(Collected data)
══════════
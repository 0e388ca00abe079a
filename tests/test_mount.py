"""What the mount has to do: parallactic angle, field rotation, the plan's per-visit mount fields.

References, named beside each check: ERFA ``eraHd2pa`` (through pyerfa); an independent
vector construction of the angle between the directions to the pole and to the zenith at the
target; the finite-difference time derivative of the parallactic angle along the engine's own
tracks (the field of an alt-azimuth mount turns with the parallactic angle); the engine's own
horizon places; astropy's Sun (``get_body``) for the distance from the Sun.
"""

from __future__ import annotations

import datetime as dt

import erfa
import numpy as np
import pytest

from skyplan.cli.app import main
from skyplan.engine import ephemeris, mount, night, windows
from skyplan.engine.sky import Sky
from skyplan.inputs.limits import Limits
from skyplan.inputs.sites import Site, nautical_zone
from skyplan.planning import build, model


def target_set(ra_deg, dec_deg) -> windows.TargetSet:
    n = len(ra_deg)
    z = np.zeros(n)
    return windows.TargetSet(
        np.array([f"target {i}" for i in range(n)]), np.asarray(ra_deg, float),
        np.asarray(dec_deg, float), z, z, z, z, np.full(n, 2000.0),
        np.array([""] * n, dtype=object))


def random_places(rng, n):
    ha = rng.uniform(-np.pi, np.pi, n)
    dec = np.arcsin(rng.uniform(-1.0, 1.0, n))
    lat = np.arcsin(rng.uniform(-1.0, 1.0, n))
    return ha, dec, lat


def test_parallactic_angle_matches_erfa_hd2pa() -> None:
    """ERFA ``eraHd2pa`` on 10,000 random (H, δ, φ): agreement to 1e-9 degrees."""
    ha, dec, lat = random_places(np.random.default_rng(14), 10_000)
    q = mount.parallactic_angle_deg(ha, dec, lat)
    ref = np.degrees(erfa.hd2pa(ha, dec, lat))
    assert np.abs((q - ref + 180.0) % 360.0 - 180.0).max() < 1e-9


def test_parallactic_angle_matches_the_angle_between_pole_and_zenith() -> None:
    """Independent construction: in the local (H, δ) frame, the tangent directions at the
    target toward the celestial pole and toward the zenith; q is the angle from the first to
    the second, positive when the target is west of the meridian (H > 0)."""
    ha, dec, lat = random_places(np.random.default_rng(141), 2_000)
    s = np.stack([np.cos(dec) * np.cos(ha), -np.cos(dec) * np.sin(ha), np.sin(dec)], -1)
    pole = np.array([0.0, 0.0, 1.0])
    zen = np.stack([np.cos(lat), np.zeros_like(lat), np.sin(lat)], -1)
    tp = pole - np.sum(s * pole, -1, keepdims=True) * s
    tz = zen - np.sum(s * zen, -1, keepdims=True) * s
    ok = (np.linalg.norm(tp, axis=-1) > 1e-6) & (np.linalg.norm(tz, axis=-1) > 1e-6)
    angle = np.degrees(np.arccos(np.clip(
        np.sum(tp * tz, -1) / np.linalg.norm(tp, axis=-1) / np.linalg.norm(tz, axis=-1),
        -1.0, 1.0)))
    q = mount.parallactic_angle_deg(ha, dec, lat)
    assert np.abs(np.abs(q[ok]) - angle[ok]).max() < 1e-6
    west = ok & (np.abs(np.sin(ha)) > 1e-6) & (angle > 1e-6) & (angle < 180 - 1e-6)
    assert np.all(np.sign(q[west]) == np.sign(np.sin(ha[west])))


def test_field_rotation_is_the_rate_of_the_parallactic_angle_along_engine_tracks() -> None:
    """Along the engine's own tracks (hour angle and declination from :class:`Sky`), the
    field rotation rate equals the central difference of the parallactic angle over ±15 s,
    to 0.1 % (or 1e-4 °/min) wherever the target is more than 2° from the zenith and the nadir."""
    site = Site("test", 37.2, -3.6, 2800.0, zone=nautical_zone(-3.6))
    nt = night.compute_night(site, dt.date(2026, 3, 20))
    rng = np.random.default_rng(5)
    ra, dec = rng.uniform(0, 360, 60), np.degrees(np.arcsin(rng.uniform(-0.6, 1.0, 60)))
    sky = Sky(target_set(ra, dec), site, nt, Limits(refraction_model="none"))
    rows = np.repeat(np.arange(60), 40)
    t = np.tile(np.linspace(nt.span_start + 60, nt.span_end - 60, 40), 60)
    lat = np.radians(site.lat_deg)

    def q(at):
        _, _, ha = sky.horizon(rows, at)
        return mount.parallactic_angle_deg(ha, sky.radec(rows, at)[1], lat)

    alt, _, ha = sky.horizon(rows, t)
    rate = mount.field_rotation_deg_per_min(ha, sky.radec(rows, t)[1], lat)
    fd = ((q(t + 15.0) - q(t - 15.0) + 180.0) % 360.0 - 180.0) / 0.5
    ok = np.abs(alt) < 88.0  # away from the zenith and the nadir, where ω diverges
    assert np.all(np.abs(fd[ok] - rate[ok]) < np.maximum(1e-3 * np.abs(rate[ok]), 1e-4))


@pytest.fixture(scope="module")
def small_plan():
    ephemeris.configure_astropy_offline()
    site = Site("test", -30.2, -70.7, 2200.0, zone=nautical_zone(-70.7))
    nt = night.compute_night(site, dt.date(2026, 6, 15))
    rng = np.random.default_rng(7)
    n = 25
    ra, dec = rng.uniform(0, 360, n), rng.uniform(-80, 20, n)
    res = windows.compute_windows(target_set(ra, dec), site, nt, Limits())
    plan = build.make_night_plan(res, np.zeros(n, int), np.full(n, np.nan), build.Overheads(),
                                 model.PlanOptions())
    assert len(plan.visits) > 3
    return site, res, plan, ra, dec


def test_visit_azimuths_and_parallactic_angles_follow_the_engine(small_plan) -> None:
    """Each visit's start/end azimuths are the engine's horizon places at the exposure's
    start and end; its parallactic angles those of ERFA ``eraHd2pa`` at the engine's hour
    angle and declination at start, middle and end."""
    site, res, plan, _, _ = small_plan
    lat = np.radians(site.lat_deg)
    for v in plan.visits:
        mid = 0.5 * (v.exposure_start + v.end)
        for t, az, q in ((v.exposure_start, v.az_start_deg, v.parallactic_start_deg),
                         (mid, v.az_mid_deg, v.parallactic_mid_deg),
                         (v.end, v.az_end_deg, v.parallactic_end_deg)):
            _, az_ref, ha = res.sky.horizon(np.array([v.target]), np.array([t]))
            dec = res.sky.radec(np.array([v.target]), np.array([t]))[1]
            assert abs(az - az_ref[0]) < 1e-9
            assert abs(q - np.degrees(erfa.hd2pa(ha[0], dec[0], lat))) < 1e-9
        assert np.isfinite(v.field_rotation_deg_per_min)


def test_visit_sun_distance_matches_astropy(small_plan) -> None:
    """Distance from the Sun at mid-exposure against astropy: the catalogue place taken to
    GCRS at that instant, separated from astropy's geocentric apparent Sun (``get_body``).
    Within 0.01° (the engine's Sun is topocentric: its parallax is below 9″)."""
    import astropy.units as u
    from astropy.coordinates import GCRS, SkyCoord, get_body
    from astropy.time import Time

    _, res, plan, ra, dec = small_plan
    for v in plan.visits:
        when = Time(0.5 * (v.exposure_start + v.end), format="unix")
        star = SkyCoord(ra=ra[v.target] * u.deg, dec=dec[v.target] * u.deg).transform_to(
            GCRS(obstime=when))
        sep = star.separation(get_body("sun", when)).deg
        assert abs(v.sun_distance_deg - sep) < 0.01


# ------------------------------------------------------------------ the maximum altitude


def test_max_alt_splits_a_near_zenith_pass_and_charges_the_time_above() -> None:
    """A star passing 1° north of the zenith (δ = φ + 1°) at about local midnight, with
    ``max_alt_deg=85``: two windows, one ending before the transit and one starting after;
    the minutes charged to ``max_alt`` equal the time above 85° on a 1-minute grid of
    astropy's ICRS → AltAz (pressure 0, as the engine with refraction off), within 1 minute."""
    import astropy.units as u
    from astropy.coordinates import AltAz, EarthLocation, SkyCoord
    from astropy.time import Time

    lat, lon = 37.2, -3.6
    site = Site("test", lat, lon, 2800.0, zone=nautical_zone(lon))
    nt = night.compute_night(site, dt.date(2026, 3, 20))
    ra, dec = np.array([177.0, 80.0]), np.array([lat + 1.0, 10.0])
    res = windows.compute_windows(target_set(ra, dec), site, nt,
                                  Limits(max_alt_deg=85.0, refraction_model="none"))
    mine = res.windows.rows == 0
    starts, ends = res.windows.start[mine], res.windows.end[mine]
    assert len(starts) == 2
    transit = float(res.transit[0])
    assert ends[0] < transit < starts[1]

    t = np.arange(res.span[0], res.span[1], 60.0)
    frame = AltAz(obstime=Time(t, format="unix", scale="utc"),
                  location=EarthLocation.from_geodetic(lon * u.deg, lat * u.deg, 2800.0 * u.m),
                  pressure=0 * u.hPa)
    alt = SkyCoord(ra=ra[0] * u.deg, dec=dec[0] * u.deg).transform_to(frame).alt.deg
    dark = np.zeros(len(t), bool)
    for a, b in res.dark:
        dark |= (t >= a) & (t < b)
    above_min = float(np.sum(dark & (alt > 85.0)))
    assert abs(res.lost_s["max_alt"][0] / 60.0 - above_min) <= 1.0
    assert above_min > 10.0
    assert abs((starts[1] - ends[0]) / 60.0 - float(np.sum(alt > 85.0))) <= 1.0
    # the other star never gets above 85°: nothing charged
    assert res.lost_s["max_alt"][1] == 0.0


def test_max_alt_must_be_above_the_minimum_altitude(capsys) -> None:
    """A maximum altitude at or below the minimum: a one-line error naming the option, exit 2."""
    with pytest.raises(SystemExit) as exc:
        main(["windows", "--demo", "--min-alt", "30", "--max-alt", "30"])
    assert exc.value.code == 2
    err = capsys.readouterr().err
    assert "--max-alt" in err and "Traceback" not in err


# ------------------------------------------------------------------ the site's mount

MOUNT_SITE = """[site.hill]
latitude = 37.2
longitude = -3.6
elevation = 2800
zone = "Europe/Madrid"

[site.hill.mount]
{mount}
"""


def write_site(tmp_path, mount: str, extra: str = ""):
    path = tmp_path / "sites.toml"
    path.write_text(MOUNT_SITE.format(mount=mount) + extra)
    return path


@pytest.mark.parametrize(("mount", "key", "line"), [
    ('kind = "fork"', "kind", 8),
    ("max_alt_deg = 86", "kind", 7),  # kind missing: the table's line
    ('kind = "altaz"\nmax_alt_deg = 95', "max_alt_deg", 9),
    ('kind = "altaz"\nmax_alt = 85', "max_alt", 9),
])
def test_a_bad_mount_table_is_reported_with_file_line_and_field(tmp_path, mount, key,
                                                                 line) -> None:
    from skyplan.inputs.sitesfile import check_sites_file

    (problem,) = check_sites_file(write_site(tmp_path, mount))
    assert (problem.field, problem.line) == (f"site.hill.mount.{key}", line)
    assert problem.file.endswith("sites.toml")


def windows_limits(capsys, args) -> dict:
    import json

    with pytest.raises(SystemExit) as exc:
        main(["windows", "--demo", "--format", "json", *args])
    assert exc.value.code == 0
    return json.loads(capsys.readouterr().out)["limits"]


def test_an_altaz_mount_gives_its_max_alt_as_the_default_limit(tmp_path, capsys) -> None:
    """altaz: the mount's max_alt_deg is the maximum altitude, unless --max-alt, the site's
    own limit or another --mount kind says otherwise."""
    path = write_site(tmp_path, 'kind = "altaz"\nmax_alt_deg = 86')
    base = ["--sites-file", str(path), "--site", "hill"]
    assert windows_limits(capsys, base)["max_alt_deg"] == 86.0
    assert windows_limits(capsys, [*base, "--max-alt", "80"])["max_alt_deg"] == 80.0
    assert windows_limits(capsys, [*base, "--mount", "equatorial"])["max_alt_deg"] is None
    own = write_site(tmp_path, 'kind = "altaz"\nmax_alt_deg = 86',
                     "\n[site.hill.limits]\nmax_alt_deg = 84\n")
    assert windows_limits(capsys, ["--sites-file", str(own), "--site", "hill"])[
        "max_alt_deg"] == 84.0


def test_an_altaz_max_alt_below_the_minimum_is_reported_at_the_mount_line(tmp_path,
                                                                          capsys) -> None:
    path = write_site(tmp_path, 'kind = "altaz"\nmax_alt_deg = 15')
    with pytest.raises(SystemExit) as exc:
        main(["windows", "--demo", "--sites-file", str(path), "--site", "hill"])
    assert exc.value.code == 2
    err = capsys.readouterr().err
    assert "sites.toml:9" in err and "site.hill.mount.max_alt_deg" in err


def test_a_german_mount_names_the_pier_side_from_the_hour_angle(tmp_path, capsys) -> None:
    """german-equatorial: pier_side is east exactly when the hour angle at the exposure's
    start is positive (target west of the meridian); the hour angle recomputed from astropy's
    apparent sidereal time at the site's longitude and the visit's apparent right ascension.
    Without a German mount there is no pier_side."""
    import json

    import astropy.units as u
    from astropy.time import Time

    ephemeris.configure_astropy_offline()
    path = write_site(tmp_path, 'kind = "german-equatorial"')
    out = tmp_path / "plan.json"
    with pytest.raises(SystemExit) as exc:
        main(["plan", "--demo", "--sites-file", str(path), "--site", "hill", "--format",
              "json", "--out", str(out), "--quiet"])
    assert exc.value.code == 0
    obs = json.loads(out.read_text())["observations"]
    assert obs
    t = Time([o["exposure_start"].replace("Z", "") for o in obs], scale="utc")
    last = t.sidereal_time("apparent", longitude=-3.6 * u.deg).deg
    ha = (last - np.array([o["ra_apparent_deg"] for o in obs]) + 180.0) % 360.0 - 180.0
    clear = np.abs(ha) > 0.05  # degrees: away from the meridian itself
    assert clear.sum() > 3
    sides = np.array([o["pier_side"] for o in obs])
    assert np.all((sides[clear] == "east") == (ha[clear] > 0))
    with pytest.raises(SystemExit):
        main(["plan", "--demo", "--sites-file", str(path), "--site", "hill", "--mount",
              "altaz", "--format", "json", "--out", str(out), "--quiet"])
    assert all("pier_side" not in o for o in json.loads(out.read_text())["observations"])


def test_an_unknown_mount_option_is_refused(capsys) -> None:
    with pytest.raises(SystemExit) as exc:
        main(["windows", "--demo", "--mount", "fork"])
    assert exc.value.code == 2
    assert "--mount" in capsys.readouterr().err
══════════
## Task instructions
How many lines in the records above hold the word "quiet"? Give only the number.

## Output for this task
2